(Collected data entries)
—————

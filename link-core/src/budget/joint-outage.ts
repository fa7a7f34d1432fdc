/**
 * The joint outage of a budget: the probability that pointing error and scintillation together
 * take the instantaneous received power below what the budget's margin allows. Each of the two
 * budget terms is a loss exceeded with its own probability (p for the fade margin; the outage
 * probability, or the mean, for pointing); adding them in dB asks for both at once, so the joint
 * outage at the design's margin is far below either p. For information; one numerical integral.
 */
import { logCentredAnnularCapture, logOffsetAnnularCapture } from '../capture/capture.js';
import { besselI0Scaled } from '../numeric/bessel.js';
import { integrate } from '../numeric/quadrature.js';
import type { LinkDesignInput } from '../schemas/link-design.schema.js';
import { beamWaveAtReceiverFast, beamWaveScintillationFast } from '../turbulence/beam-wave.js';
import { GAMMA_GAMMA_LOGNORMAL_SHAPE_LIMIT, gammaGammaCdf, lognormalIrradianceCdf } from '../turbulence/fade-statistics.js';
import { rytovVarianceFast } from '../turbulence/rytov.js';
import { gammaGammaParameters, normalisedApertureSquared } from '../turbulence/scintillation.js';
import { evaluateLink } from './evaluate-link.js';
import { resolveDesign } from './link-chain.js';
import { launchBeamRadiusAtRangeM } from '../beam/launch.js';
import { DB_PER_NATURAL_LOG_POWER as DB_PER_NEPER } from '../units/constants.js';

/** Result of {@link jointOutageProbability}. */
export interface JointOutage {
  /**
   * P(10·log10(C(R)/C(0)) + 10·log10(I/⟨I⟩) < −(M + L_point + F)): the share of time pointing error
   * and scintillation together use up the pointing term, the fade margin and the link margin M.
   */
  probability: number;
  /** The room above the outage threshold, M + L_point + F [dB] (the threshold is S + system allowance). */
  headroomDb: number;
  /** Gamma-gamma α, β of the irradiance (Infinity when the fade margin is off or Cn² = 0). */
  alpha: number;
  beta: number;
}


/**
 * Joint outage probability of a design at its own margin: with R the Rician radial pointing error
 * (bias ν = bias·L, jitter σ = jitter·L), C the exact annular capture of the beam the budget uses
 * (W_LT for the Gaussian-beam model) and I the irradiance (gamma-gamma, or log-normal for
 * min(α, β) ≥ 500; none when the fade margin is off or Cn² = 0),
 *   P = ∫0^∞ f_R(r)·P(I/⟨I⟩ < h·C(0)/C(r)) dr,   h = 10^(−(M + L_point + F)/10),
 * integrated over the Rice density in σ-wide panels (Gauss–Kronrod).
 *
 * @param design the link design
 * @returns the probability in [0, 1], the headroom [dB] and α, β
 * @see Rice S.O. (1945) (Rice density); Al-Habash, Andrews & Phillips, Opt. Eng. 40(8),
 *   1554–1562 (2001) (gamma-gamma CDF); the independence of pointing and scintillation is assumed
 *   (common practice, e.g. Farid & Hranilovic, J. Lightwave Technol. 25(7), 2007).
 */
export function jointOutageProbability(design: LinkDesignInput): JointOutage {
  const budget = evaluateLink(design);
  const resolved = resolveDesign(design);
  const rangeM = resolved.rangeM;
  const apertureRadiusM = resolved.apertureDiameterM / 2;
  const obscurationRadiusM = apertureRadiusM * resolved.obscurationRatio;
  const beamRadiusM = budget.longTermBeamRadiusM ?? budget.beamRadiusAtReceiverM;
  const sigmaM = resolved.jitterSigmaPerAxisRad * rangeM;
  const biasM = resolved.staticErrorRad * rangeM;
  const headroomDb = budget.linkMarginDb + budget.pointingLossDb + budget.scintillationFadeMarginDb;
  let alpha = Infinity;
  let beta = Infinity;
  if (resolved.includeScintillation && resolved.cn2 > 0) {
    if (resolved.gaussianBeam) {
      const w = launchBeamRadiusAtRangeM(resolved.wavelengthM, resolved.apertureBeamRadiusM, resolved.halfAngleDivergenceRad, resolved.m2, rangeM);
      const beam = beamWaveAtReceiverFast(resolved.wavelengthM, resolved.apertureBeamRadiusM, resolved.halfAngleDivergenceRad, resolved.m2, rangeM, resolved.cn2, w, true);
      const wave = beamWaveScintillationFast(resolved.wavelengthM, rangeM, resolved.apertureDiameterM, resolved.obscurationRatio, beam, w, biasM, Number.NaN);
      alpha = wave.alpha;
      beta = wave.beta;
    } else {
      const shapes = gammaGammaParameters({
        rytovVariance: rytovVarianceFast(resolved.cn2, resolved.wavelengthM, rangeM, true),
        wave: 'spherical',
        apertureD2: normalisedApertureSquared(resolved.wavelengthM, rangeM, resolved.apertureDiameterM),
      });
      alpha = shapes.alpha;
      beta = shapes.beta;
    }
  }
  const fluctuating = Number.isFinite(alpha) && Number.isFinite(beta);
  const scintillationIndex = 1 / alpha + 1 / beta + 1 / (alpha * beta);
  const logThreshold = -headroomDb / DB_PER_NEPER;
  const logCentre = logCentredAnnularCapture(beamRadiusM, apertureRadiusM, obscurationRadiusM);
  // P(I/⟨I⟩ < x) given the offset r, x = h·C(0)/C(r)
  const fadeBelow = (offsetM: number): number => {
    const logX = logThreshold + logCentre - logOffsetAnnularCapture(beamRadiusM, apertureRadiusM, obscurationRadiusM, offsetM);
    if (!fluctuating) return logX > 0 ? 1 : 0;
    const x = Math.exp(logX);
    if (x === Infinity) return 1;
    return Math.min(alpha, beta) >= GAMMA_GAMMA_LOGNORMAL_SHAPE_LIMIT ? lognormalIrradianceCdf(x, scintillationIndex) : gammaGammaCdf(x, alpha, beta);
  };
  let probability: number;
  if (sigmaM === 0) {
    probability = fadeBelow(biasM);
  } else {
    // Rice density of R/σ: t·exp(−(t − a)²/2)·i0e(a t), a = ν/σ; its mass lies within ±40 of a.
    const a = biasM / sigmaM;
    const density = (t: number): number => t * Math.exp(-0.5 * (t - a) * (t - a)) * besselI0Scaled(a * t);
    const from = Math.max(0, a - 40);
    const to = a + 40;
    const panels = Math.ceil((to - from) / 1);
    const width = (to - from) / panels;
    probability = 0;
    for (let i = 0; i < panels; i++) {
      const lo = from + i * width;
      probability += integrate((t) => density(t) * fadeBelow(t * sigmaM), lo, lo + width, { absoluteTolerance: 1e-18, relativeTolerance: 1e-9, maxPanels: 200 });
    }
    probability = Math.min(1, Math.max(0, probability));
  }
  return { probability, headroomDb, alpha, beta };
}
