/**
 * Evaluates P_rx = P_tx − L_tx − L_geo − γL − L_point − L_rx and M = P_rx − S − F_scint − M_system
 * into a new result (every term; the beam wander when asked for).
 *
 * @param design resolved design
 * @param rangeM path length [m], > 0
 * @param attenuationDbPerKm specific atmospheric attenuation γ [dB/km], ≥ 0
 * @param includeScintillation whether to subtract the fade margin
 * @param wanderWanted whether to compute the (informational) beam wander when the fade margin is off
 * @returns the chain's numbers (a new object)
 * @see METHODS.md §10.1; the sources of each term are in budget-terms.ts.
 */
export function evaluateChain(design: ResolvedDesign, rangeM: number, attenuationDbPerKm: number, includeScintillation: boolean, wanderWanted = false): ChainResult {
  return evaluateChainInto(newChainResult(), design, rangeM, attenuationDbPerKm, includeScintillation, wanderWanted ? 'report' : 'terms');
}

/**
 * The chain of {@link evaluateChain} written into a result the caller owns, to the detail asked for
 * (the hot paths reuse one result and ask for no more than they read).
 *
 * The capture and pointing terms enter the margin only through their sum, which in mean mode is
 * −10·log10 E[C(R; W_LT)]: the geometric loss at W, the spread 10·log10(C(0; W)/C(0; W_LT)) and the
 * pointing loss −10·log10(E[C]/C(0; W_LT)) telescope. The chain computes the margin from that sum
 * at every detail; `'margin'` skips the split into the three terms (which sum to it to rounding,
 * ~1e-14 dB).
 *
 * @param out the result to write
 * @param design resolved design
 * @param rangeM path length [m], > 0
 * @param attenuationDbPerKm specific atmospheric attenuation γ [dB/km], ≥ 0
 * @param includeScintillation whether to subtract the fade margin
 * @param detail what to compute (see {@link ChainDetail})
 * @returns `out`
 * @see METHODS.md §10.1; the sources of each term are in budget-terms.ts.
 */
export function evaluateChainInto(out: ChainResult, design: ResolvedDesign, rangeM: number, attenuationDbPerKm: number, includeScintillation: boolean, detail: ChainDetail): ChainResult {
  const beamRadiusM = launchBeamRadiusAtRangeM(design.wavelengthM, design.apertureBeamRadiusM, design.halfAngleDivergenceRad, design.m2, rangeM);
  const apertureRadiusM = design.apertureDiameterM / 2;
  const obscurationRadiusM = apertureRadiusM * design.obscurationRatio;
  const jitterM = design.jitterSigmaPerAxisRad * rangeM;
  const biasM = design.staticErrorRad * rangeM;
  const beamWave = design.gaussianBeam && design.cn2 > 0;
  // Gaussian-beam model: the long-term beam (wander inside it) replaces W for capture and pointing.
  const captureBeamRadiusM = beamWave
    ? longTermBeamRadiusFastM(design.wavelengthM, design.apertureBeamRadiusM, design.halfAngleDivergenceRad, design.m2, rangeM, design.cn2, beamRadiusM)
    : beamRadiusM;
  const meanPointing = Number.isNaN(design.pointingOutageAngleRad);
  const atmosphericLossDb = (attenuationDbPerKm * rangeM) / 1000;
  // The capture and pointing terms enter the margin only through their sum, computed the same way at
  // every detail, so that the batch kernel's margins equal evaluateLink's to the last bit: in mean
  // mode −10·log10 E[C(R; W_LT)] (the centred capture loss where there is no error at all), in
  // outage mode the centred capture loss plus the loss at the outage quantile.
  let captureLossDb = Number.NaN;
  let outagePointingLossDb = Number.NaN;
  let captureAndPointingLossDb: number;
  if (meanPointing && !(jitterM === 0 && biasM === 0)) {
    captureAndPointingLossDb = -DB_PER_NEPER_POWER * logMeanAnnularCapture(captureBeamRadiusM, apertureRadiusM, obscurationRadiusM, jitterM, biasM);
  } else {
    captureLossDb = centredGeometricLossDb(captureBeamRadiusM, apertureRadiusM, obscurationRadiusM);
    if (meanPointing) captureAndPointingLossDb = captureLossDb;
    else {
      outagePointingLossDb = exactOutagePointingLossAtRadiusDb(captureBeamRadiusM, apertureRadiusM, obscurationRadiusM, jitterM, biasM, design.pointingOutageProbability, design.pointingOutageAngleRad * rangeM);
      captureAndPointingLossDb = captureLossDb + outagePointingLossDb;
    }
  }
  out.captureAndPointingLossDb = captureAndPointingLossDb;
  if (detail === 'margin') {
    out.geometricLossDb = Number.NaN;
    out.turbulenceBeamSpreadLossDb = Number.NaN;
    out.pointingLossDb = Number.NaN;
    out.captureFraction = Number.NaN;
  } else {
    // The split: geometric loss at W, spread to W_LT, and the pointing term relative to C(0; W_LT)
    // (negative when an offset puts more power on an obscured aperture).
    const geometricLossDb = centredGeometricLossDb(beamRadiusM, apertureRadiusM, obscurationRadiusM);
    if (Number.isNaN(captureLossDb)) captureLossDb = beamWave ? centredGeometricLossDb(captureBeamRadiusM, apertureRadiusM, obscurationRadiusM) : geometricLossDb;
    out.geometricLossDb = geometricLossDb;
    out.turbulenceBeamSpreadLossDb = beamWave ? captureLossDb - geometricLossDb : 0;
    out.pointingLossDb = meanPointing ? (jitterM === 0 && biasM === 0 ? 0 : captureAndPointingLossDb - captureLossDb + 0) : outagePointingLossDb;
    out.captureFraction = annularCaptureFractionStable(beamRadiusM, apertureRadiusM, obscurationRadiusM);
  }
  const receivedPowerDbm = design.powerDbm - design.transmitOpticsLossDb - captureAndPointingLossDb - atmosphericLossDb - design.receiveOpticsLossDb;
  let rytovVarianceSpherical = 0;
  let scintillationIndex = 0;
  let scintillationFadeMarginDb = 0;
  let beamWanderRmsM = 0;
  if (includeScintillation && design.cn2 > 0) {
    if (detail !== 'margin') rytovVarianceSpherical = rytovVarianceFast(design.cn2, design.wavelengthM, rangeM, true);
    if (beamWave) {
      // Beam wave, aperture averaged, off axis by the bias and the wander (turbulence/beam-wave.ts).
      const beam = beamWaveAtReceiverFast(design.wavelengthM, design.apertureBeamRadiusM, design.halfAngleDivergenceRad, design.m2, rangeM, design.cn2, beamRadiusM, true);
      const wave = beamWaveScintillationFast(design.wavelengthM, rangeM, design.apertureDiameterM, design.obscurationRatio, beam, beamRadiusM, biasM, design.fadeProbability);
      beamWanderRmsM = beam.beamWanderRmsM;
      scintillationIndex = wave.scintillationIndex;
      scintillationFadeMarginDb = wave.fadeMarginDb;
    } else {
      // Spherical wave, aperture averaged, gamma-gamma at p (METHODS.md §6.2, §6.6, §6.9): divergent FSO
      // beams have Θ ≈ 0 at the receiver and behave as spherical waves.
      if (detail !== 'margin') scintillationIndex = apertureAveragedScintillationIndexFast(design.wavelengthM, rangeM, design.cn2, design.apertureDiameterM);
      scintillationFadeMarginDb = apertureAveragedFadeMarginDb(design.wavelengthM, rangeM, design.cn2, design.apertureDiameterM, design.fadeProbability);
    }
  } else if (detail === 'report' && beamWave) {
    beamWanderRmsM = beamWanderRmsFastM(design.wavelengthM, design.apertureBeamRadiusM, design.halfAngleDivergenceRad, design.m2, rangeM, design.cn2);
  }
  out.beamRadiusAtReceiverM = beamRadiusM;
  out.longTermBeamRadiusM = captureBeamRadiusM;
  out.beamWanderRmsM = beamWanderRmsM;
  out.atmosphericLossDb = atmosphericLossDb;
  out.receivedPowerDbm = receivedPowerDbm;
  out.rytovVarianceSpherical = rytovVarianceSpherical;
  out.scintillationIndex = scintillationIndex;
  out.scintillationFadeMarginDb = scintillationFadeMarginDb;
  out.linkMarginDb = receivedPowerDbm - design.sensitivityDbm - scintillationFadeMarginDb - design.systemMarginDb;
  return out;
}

—————

**PROBLEM REQUIREMENTS**
Examine the entries and say how many of their lines hold the word "logX". No other words should accompany the number.

**RESULT BELOW**
3